Fachin prepara mudança histórica no Judiciário: CNJ poderá excluir aposentadoria compulsória de juízes punidos por corrupção e venda de sentenças
Por Redação da São Paulo TV Broadcasting
O presidente do Supremo Tribunal Federal (STF), Edson Fachin, deverá encaminhar ao Conselho Nacional de Justiça (CNJ), nos próximos 30 dias, uma proposta histórica que pode transformar profundamente o sistema disciplinar da magistratura brasileira: o fim da aposentadoria compulsória como punição máxima para juízes envolvidos em infrações graves.
A medida surge após decisão da Primeira Turma do STF que proibiu a utilização da aposentadoria compulsória — considerada por muitos críticos como uma espécie de “prêmio” pago com recursos públicos — para magistrados condenados administrativamente por corrupção, venda de sentenças, favorecimento ilícito e outras infrações graves.
Com a nova regulamentação, a punição máxima passará a ser a perda definitiva do cargo, sem remuneração vitalícia.
A mudança representa um dos movimentos mais relevantes das últimas décadas no combate à impunidade dentro do próprio Poder Judiciário.
Até então, magistrados investigados ou condenados administrativamente podiam ser afastados de suas funções, mas continuavam recebendo salários integrais até o fim da vida, sustentados pelos cofres públicos. O tema sempre gerou forte indignação social e críticas de juristas, parlamentares e setores da sociedade civil.
A decisão foi consolidada pela Primeira Turma do STF após voto contundente do ministro Flávio Dino, que classificou a aposentadoria compulsória como uma sanção incompatível com os princípios republicanos.
“Infrações graves devem merecer punições que não sejam transferidas à sociedade”, afirmou Dino durante o julgamento.
Em uma das falas mais duras da sessão, o ministro questionou por que o contribuinte brasileiro deveria continuar pagando salários vitalícios a magistrados envolvidos em crimes graves.
“A vitaliciedade não significa que alguém ingressa no reino dos céus de beca e de capa”, declarou o ministro, em crítica direta ao modelo anterior.
A proposta de Fachin deverá criar um rito disciplinar nacional mais rígido e uniforme para todos os tribunais brasileiros, estabelecendo critérios claros para perda do cargo em casos de extrema gravidade.
Nos bastidores jurídicos, a decisão é vista como um marco institucional que aproxima o Judiciário brasileiro de práticas adotadas em democracias mais rigorosas no controle disciplinar de magistrados.
Especialistas avaliam que a medida também fortalece a credibilidade do sistema de Justiça perante a sociedade, especialmente em um momento em que cresce a cobrança pública por mais transparência, responsabilidade e igualdade perante a lei.
O novo modelo deverá ser analisado pelo plenário do Conselho Nacional de Justiça, órgão responsável pelo controle administrativo e disciplinar do Judiciário brasileiro.
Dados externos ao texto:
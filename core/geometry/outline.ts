// Outlines of a binary mask by marching squares at the 0.5 level: vertices sit half-way between an inside and an
// outside pixel centre. Pixels beyond the image border count as outside, so every contour is closed.
import type { ImagePoint, Mask } from '../model';
import { foregroundBox } from '../image';

/** Corner offsets of a cell (top-left, top-right, bottom-right, bottom-left) and its edges as corner pairs. */
const CORNERS = [[0, 0], [1, 0], [1, 1], [0, 1]] as const;
const EDGES = [[0, 1], [1, 2], [2, 3], [3, 0]] as const;

/** One oriented segment of a contour, from (sx, sy) to (ex, ey). */
export interface Segment { sx: number; sy: number; ex: number; ey: number }

/** Segments of one cell, oriented so the inside corner is on the same side (cross product > 0). */
export function cellSegments(inside: readonly boolean[], x: number, y: number, out: Segment[]): void {
  const mid = (e: number): [number, number] => {
    const [i, j] = EDGES[e];
    return [x + (CORNERS[i][0] + CORNERS[j][0]) / 2, y + (CORNERS[i][1] + CORNERS[j][1]) / 2];
  };
  const crossing = [0, 1, 2, 3].filter((e) => inside[EDGES[e][0]] !== inside[EDGES[e][1]]);
  if (crossing.length === 0) return;
  let pairs: [number, number, number][];
  if (crossing.length === 2) {
    pairs = [[crossing[0], crossing[1], inside.indexOf(true)]];
  } else if (inside[0]) {
    pairs = [[3, 0, 0], [1, 2, 2]]; // saddle: keep the two inside corners apart
  } else {
    pairs = [[0, 1, 1], [2, 3, 3]];
  }
  for (const [e1, e2, k] of pairs) {
    let [sx, sy] = mid(e1);
    let [ex, ey] = mid(e2);
    const kx = x + CORNERS[k][0];
    const ky = y + CORNERS[k][1];
    if ((ex - sx) * (ky - sy) - (ey - sy) * (kx - sx) < 0) { [sx, sy, ex, ey] = [ex, ey, sx, sy]; }
    out.push({ sx, sy, ex, ey });
  }
}

/**
 * The segments of each of the 16 cells (index: top-left inside = 1, top-right = 2, bottom-right = 4, bottom-left = 8)
 * at x = y = 0, in the order cellSegments gives them; a cell at (x, y) has them moved by (x, y). Coordinates are
 * whole or half numbers, so moving them is exact and gives the very numbers cellSegments computes there.
 */
const CELL_SEGMENTS: readonly (readonly Segment[])[] = Array.from({ length: 16 }, (_, k) => {
  const out: Segment[] = [];
  cellSegments([(k & 1) !== 0, (k & 2) !== 0, (k & 4) !== 0, (k & 8) !== 0], 0, 0, out);
  return out;
});

/** All closed contours of the mask (each a list of vertices, last vertex not repeated), in discovery order. */
export function maskContours(mask: Mask): ImagePoint[][] {
  const { width, height, data } = mask;
  const segs: Segment[] = [];
  const box = foregroundBox(mask);
  if (box === null) return [];
  // Rows of the mask padded by one outside pixel on each side; cell (x, y) has corners in rows y and y + 1. Only
  // cells touching the foreground's bounding box can hold segments, so the scan stays inside it (same order).
  let top = new Uint8Array(width + 2);
  let bottom = new Uint8Array(width + 2);
  for (let y = box.y0 - 1; y < box.y1; y++) {
    bottom.fill(0);
    if (y + 1 < box.y1) for (let x = box.x0; x < box.x1; x++) bottom[x + 1] = data[(y + 1) * width + x] !== 0 ? 1 : 0;
    for (let x = box.x0 - 1; x < box.x1; x++) {
      const k = top[x + 1] | (top[x + 2] << 1) | (bottom[x + 2] << 2) | (bottom[x + 1] << 3);
      if (k === 0 || k === 15) continue;
      for (const c of CELL_SEGMENTS[k]) segs.push({ sx: x + c.sx, sy: y + c.sy, ex: x + c.ex, ey: y + c.ey });
    }
    [top, bottom] = [bottom, top];
  }
  const stride = 2 * height + 8;
  const key = (px: number, py: number): number => (2 * px + 4) * stride + (2 * py + 4);
  const byStart = new Map<number, number>();
  segs.forEach((s, i) => byStart.set(key(s.sx, s.sy), i));
  const used = new Uint8Array(segs.length);
  const contours: ImagePoint[][] = [];
  for (let i = 0; i < segs.length; i++) {
    if (used[i]) continue;
    const contour: ImagePoint[] = [];
    let j: number | undefined = i;
    while (j !== undefined && !used[j]) {
      used[j] = 1;
      contour.push({ x: segs[j].sx, y: segs[j].sy });
      j = byStart.get(key(segs[j].ex, segs[j].ey));
    }
    contours.push(contour);
  }
  return contours;
}

/** The outline of the mask: its longest contour (the outer boundary of the largest region); [] for an empty mask. */
export function maskOutline(mask: Mask): ImagePoint[] {
  let best: ImagePoint[] = [];
  for (const c of maskContours(mask)) if (c.length > best.length) best = c;
  return best;
}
Após aprovação, as novas regras passarão a valer em todo o território nacional.
A mudança pode atingir diretamente casos futuros envolvendo denúncias de corrupção judicial, tráfico de influência, venda de decisões e outras condutas consideradas incompatíveis com a função de magistrado.
Para juristas e analistas políticos, a decisão do STF inaugura uma nova fase no debate sobre privilégios institucionais, responsabilidade funcional e moralidade pública dentro do Estado brasileiro.